Collected data entries
————————
import type { ColumnRoles } from '@shared/host/contract';
import { REMARKS_HEADER, VISIT_COLUMNS } from '@shared/demo/season-sheet';
import { ImportError } from '@shared/import/import-error';
import { isEffortUnit, unitFromHeader } from '@shared/import/units';
import type { DateOrder } from '@shared/import/text-dates';

/**
 * Which column is site, date, effort, species ...: the built-in template for
 * the demo programme's tally sheets, or a guess from the header names for
 * other files (the user's own choice overrides both).
 */
export interface RolePlan {
  roles: ColumnRoles;
  mappedBy: 'demo-template' | 'roles' | 'guessed';
  /** The template knows the sheets' date style. */
  dateOrder?: DateOrder;
}

/** The demo's Counts sheet: the fixed visit columns, then one column per species, then Remarks. */
export function demoTemplate(headers: readonly string[]): RolePlan | null {
  const fixed = VISIT_COLUMNS as readonly string[];
  if (!fixed.every((h, i) => headers[i] === h) || headers[headers.length - 1] !== REMARKS_HEADER) return null;
  const species = headers.slice(fixed.length, headers.length - 1);
  if (species.length === 0) return null;
  return {
    roles: { site: 'Pond', date: 'Date', visit: 'Visit', observer: 'Observer', effort: 'Minutes', effortUnit: 'minutes', speciesColumns: species },
    mappedBy: 'demo-template',
    dateOrder: 'dmy',
  };
}

const patterns: [keyof ColumnRoles, RegExp][] = [
  ['site', /^(site|pond|station|plot|transect|location|field|wetland)( name)?$/i],
  ['date', /^(date|visit date|survey date)$/i],
  ['season', /^(season|year)$/i],
  ['visit', /^(visit|visit no\.?|round|visit number)$/i],
  ['observer', /^(observer|recorder|surveyor|counter)s?$/i],
  ['species', /^(species|taxon|species name)$/i],
  ['count', /^(count|number|total|n)$/i],
];

/** Roles from header names; species columns are the remaining columns of a wide sheet. */
export function guessRoles(headers: readonly string[], file: string): RolePlan {
  const roles: Partial<ColumnRoles> = {};
  const used = new Set<string>();
  for (const [role, re] of patterns) {
    const h = headers.find((x) => !used.has(x) && re.test(x.trim()));
    if (h) {
      (roles as Record<string, string>)[role] = h;
      used.add(h);
    }
  }
  const effort = headers.find((h) => !used.has(h) && (/effort|minutes|hours|duration/i.test(h) || isEffortUnit(unitFromHeader(h) ?? '')));
  if (effort) {
    roles.effort = effort;
    const u = unitFromHeader(effort);
    if (isEffortUnit(u)) roles.effortUnit = u;
    used.add(effort);
  }
  if (!roles.site) {
    throw new ImportError('bad-template', `${file}: no column was recognised as the site (a header such as "Site" or "Pond"). The headers are: ${headers.map((h) => `"${h}"`).join(', ')}. Rename the site column's header to "Site", or choose the column roles by hand.`, { file });
  }
  if (!(roles.species && roles.count)) {
    const rest = headers.filter((h) => !used.has(h) && !/remark|note|comment|temp|weather|wind|time/i.test(h));
    if (rest.length === 0) {
      throw new ImportError('bad-template', `${file}: no count columns were found (a "Species" and a "Count" column, or one column per species). Add them, or choose the column roles by hand.`, { file });
    }
    delete roles.species;
    delete roles.count;
    roles.speciesColumns = rest;
  }
  return { roles: roles as ColumnRoles, mappedBy: 'guessed' };
}

/** The roles to use: given ones first, then the demo template, then a guess. */
export function planRoles(headers: readonly string[], file: string, given?: ColumnRoles): RolePlan {
  if (given) {
    const missing = [given.site, given.date, given.season, given.visit, given.observer, given.effort, given.species, given.count, ...(given.speciesColumns ?? [])]
      .filter((h): h is string => h !== undefined)
      .filter((h) => !headers.includes(h));
    if (missing.length) {
      throw new ImportError('bad-template', `${file}: the column roles name ${missing.map((m) => `"${m}"`).join(', ')}, which the sheet does not have. Its headers are: ${headers.map((h) => `"${h}"`).join(', ')}.`, { file });
    }
    if (!given.speciesColumns?.length && !(given.species && given.count)) {
      throw new ImportError('bad-template', `${file}: say which columns hold the counts: one column per species, or a species column and a count column.`, { file });
    }
    return { roles: given, mappedBy: 'roles' };
  }
  return demoTemplate(headers) ?? guessRoles(headers, file);
}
————————
» **EXERCISE DETAILS**: The required output is the set of lines from the first line of the data through the line that contains "date style. */", transcribed exactly.

» **FINISHED TASK**:
import type { ColumnRoles } from '@shared/host/contract';
import { REMARKS_HEADER, VISIT_COLUMNS } from '@shared/demo/season-sheet';
import { ImportError } from '@shared/import/import-error';
import { isEffortUnit, unitFromHeader } from '@shared/import/units';
import type { DateOrder } from '@shared/import/text-dates';

/**
 * Which column is site, date, effort, species ...: the built-in template for
 * the demo programme's tally sheets, or a guess from the header names for
 * other files (the user's own choice overrides both).
 */
export interface RolePlan {
  roles: ColumnRoles;
  mappedBy: 'demo-template' | 'roles' | 'guessed';
  /** The template knows the sheets' date style. */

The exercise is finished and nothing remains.